Search the data for the string "ndarray", and report each line where it is found.

Collected data:
BEGIN

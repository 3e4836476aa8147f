"""A Gaussian post-filter applied to a reconstructed image, and what it does to the image's noise.

The filter
----------
An isotropic 3-D Gaussian of full width at half maximum ``F`` mm (``sigma = F / (2 sqrt(2 ln
2))``), applied separably along the array axes with ``sigma_a = sigma / d_a`` voxels along an
axis of spacing ``d_a`` (anisotropic voxels are handled in mm; the axes must be orthogonal).
Along each axis the kernel is the one of ``scipy.ndimage.gaussian_filter1d`` (the sampled,
normalised Gaussian truncated at ``4 sigma_a``, image borders reflected), so
:meth:`PostFilter.filter_box` gives the values ``scipy.ndimage.gaussian_filter(data,
sigma_vox)`` gives on that box (tested). A box is filtered from the box grown by the kernel's
radius, one axis at a time, each pass keeping only what the next needs: the cost is that of the
region read, not of the image. Filters narrower than about one voxel are poorly represented by
a sampled kernel (its variance falls short of ``sigma^2``): :attr:`PostFilter.variance_mm2`
is the variance actually applied.

The filter's effect on the noise
--------------------------------
The filter is linear and shift-invariant, so the autocovariance of the filtered noise is known
exactly from the image's (:class:`phantometry.noise.NoiseModel`): ``C_f = C * (g * g~)``, the
convolution of ``C`` with the filter's autocorrelation. For a continuous Gaussian of SD
``sigma`` that autocorrelation is a Gaussian of SD ``sqrt(2) sigma`` in each dimension
(mathematics); here it is the exact autocorrelation of the sampled kernel applied along each
axis (the two agree closely above one voxel; tested). :func:`filtered_noise` returns the noise
model of the filtered image, which the body kind's quadratic forms and Monte Carlo take
unchanged. The level law (variance growing with the activity) is kept and applied at the
filtered image's level: an approximation where the filter mixes levels (at sphere edges), of
the same kind the unfiltered model already makes there.
"""

from __future__ import annotations

import itertools
import math
from dataclasses import dataclass, field
from typing import Sequence

import numpy as np

from .errors import UnsupportedSeries
from .noise import NoiseModel
from .volume import Volume

__all__ = [
    "FWHM_PER_SIGMA",
    "TRUNCATE",
    "PostFilter",
    "gaussian_kernel1d",
    "filter_autocorrelation",
    "filtered_autocovariance",
    "filtered_noise",
    "check_filterable",
]

#: FWHM / sigma of a Gaussian, 2 sqrt(2 ln 2) (mathematics).
FWHM_PER_SIGMA = 2.0 * math.sqrt(2.0 * math.log(2.0))
#: Kernel truncation in SDs (``scipy.ndimage.gaussian_filter``'s default).
TRUNCATE = 4.0
#: Lags of a filtered autocovariance whose magnitude stays below this fraction of its lag-0
#: value (over the rest of the lag array) are dropped.
AUTOCOVARIANCE_TAIL = 1e-6

Box = tuple[slice, slice, slice]


def gaussian_kernel1d(sigma_vox: float, truncate: float = TRUNCATE) -> np.ndarray:
    """The sampled, normalised Gaussian of ``scipy.ndimage.gaussian_filter1d`` (float64).

    ``radius = int(truncate * sigma + 0.5)`` voxels, weights ``exp(-x^2 / (2 sigma^2))`` for
    ``x = -radius..radius`` divided by their sum; ``[1.0]`` for ``sigma = 0``.
    """
    s = float(sigma_vox)
    if s <= 0:
        return np.ones(1)
    r = int(truncate * s + 0.5)
    x = np.arange(-r, r + 1, dtype=float)
    w = np.exp(-0.5 * (x / s) ** 2)
    return w / w.sum()


def _reflect(idx: np.ndarray, n: int) -> np.ndarray:
    """Indices beyond ``[0, n)`` reflected about the array's edges (``scipy.ndimage`` mode
    ``reflect``: ``d c b a | a b c d | d c b a``), repeatedly for long overhangs."""
    m = np.mod(idx, 2 * n)
    return np.where(m >= n, 2 * n - 1 - m, m)


def _axis_matrix(kernel: np.ndarray, out_lo: int, out_hi: int, n: int) -> tuple[np.ndarray, int, int]:
    """Matrix of one axis's pass: outputs ``out_lo..out_hi-1`` from inputs ``in_lo..in_hi-1``.

    Returns ``(M, in_lo, in_hi)`` with ``M[o, i]`` the weight of input ``in_lo + i`` in output
    ``out_lo + o`` (reflected border taps folded in).
    """
    r = (len(kernel) - 1) // 2
    raw = np.arange(out_lo, out_hi)[:, None] + np.arange(-r, r + 1)[None, :]
    reflected = out_lo - r < 0 or out_hi - 1 + r >= n
    src = _reflect(raw, n) if reflected else raw
    in_lo, in_hi = int(src.min()), int(src.max()) + 1
    m = np.zeros((out_hi - out_lo, in_hi - in_lo), np.float32)
    rows = np.broadcast_to(np.arange(out_hi - out_lo)[:, None], src.shape)
    taps = np.broadcast_to(kernel.astype(np.float32), src.shape)
    if reflected:  # reflected taps may land on one input twice
        np.add.at(m, (rows, src - in_lo), taps)
    else:
        m[rows, src - in_lo] = taps
    return m, in_lo, in_hi


def _apply_along(m: np.ndarray, x: np.ndarray, axis: int) -> np.ndarray:
    """``m`` (n_out, n_in) applied along ``axis`` of ``x`` (a matrix product, BLAS)."""
    if axis == 0:
        return (m @ x.reshape(x.shape[0], -1)).reshape((m.shape[0],) + x.shape[1:])
    if axis == 1:
        return np.matmul(m, x)
    return x @ m.T


@dataclass(frozen=True)
class PostFilter:
    """An isotropic Gaussian post-filter of ``fwhm_mm`` on a grid of ``spacing_mm`` (z, y, x).

    See the module notes. ``fwhm_mm = 0`` is the identity.
    """

    fwhm_mm: float
    spacing_mm: tuple[float, float, float]
    truncate: float = TRUNCATE
    _kernels: tuple[np.ndarray, ...] = field(default=(), init=False, repr=False, compare=False)

    def __post_init__(self) -> None:
        if not (math.isfinite(self.fwhm_mm) and self.fwhm_mm >= 0):
            raise ValueError("the filter FWHM must be a finite number >= 0 mm")
        sp = tuple(float(v) for v in self.spacing_mm)
        object.__setattr__(self, "spacing_mm", sp)
        object.__setattr__(self, "_kernels", tuple(gaussian_kernel1d(self.sigma_mm / d, self.truncate) for d in sp))

    @classmethod
    def for_volume(cls, fwhm_mm: float, volume: Volume) -> "PostFilter":
        return cls(float(fwhm_mm), tuple(float(v) for v in volume.spacing_mm))  # type: ignore[arg-type]

    @property
    def sigma_mm(self) -> float:
        return float(self.fwhm_mm) / FWHM_PER_SIGMA

    @property
    def sigma_vox(self) -> tuple[float, float, float]:
        return tuple(self.sigma_mm / d for d in self.spacing_mm)  # type: ignore[return-value]

    @property
    def kernels(self) -> tuple[np.ndarray, ...]:
        """The 1-D kernels along the array axes (z, y, x)."""
        return self._kernels

    @property
    def radius_vox(self) -> tuple[int, int, int]:
        return tuple((len(k) - 1) // 2 for k in self._kernels)  # type: ignore[return-value]

    @property
    def is_identity(self) -> bool:
        return all(len(k) == 1 for k in self._kernels)

    @property
    def variance_mm2(self) -> float:
        """Variance (mm^2) the sampled kernels apply, the mean over the three axes
        (``sigma^2`` for a filter wider than about a voxel; less for narrower ones)."""
        out = []
        for k, d in zip(self._kernels, self.spacing_mm):
            x = np.arange(len(k)) - (len(k) - 1) / 2
            out.append(float(np.sum(k * x * x)) * d * d)
        return float(np.mean(out))

    def label(self) -> str:
        return f"Gaussian {self.fwhm_mm:g} mm FWHM"

    # ------------------------------------------------------------------ filtering
    def input_box(self, box: Box, shape: Sequence[int]) -> Box:
        """The array box a filtered ``box`` is computed from (grown by the radius, clipped)."""
        return tuple(slice(max(0, b.start - r), min(int(n), b.stop + r)) for b, r, n in zip(box, self.radius_vox, shape))  # type: ignore[return-value]

    def filter_box(self, data: np.ndarray, box: Box) -> np.ndarray:
        """The filtered image on ``box`` (float32, the box's shape), from the unfiltered ``data``.

        Equal to ``scipy.ndimage.gaussian_filter(data, self.sigma_vox)[box]`` (mode
        ``reflect`` at the image's borders) up to single-precision rounding; only the box grown
        by the kernel radius is read. Each axis is one matrix product (the kernel's taps, with the
        reflected border folded in), in the order of axes that does the least work.
        """
        shape = data.shape
        if self.is_identity:
            return np.array(data[box], dtype=np.float32)
        mats = [_axis_matrix(self._kernels[a], box[a].start, box[a].stop, shape[a]) for a in range(3)]
        # single precision (the image's): matrix products of float32 run twice as fast, and
        # their rounding (about 1e-7 relative) is far below any metric's noise
        x = np.asarray(data[tuple(slice(lo, hi) for _, lo, hi in mats)], dtype=np.float32)
        sizes_in = [m.shape[1] for m, _, _ in mats]
        sizes_out = [m.shape[0] for m, _, _ in mats]

        def cost(order: tuple[int, ...]) -> int:
            cur = list(sizes_in)
            total = 0
            for a in order:
                total += sizes_out[a] * cur[0] * cur[1] * cur[2]
                cur[a] = sizes_out[a]
            return total

        for a in min(itertools.permutations(range(3)), key=cost):
            x = _apply_along(mats[a][0], x, a)
        return x.astype(np.float32)

    # ------------------------------------------------------------------ noise
    def autocorrelations(self) -> tuple[np.ndarray, ...]:
        """The 1-D autocorrelation of each axis's kernel, lags ``-2r..2r`` (the filter's
        autocorrelation is their outer product)."""
        return tuple(np.correlate(k, k, mode="full") for k in self._kernels)


def filter_autocorrelation(post_filter: PostFilter) -> np.ndarray:
    """The 3-D autocorrelation of the applied filter, ``sum_x g(x) g(x + tau)``, on its lag grid."""
    a0, a1, a2 = post_filter.autocorrelations()
    return a0[:, None, None] * a1[None, :, None] * a2[None, None, :]


def filtered_autocovariance(cov: np.ndarray, post_filter: PostFilter, tail: float = AUTOCOVARIANCE_TAIL) -> np.ndarray:
    """``C * (g * g~)``: the autocovariance of the filtered noise on a (grown) odd lag grid.

    ``cov`` is centred (lag 0 in the middle, odd sizes). The convolution is separable (one
    axis at a time, full length); lags whose magnitude stays below ``tail`` times the lag-0
    value are then dropped symmetrically, keeping the grid odd and centred.
    """
    out = np.asarray(cov, float)
    for axis, a in enumerate(post_filter.autocorrelations()):
        if len(a) == 1:
            continue
        out = np.apply_along_axis(lambda v, a=a: np.convolve(v, a, mode="full"), axis, out)
    c = tuple(n // 2 for n in out.shape)
    c0 = float(out[c])
    if c0 <= 0:
        return out
    keep = []
    for axis in range(3):
        prof = np.abs(out).max(axis=tuple(b for b in range(3) if b != axis))
        big = np.flatnonzero(prof >= tail * c0)
        half = int(max(abs(int(big[0]) - c[axis]), abs(int(big[-1]) - c[axis]))) if big.size else 0
        keep.append(slice(c[axis] - half, c[axis] + half + 1))
    return np.ascontiguousarray(out[tuple(keep)])


def filtered_noise(noise: NoiseModel, post_filter: PostFilter) -> NoiseModel:
    """The noise model of the filtered image (module notes): autocovariance ``C * (g * g~)``,
    the same background level and level law."""
    if post_filter.is_identity:
        return noise
    cov = filtered_autocovariance(noise.autocov_bq2_ml2, post_filter)
    c0 = float(cov[tuple(n // 2 for n in cov.shape)])
    return NoiseModel(
        autocov_bq2_ml2=cov,
        variance_bq2_ml2=max(c0, 0.0),
        background_bq_ml=noise.background_bq_ml,
        n_voxels=noise.n_voxels,
        spacing_mm=noise.spacing_mm,
        variance_power=noise.variance_power,
    )


#: Largest cosine between two voxel axes for which a filter along them is taken as isotropic.
ORTHOGONAL_TOLERANCE = 1e-4


def check_filterable(volume: Volume, where: str) -> None:
    """Refuse an image whose voxel axes are not orthogonal (a sheared grid, e.g. a tilted
    gantry): a Gaussian applied along such axes would not be isotropic."""
    ax = volume.axes_world
    worst = max(abs(float(ax[0] @ ax[1])), abs(float(ax[0] @ ax[2])), abs(float(ax[1] @ ax[2])))
    if worst > ORTHOGONAL_TOLERANCE:
        raise UnsupportedSeries(
            f"{where}: the voxel axes are not orthogonal (a sheared grid, e.g. from a tilted gantry); a Gaussian filter along "
            "them would not be isotropic: resample the image onto an orthogonal grid first"
        )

END

*RESULT FOR THIS EXERCISE*:
def gaussian_kernel1d(sigma_vox: float, truncate: float = TRUNCATE) -> np.ndarray:
def _reflect(idx: np.ndarray, n: int) -> np.ndarray:
def _axis_matrix(kernel: np.ndarray, out_lo: int, out_hi: int, n: int) -> tuple[np.ndarray, int, int]:
def _apply_along(m: np.ndarray, x: np.ndarray, axis: int) -> np.ndarray:
    _kernels: tuple[np.ndarray, ...] = field(default=(), init=False, repr=False, compare=False)
    def kernels(self) -> tuple[np.ndarray, ...]:
    def filter_box(self, data: np.ndarray, box: Box) -> np.ndarray:
    def autocorrelations(self) -> tuple[np.ndarray, ...]:
def filter_autocorrelation(post_filter: PostFilter) -> np.ndarray:
def filtered_autocovariance(cov: np.ndarray, post_filter: PostFilter, tail: float = AUTOCOVARIANCE_TAIL) -> np.ndarray:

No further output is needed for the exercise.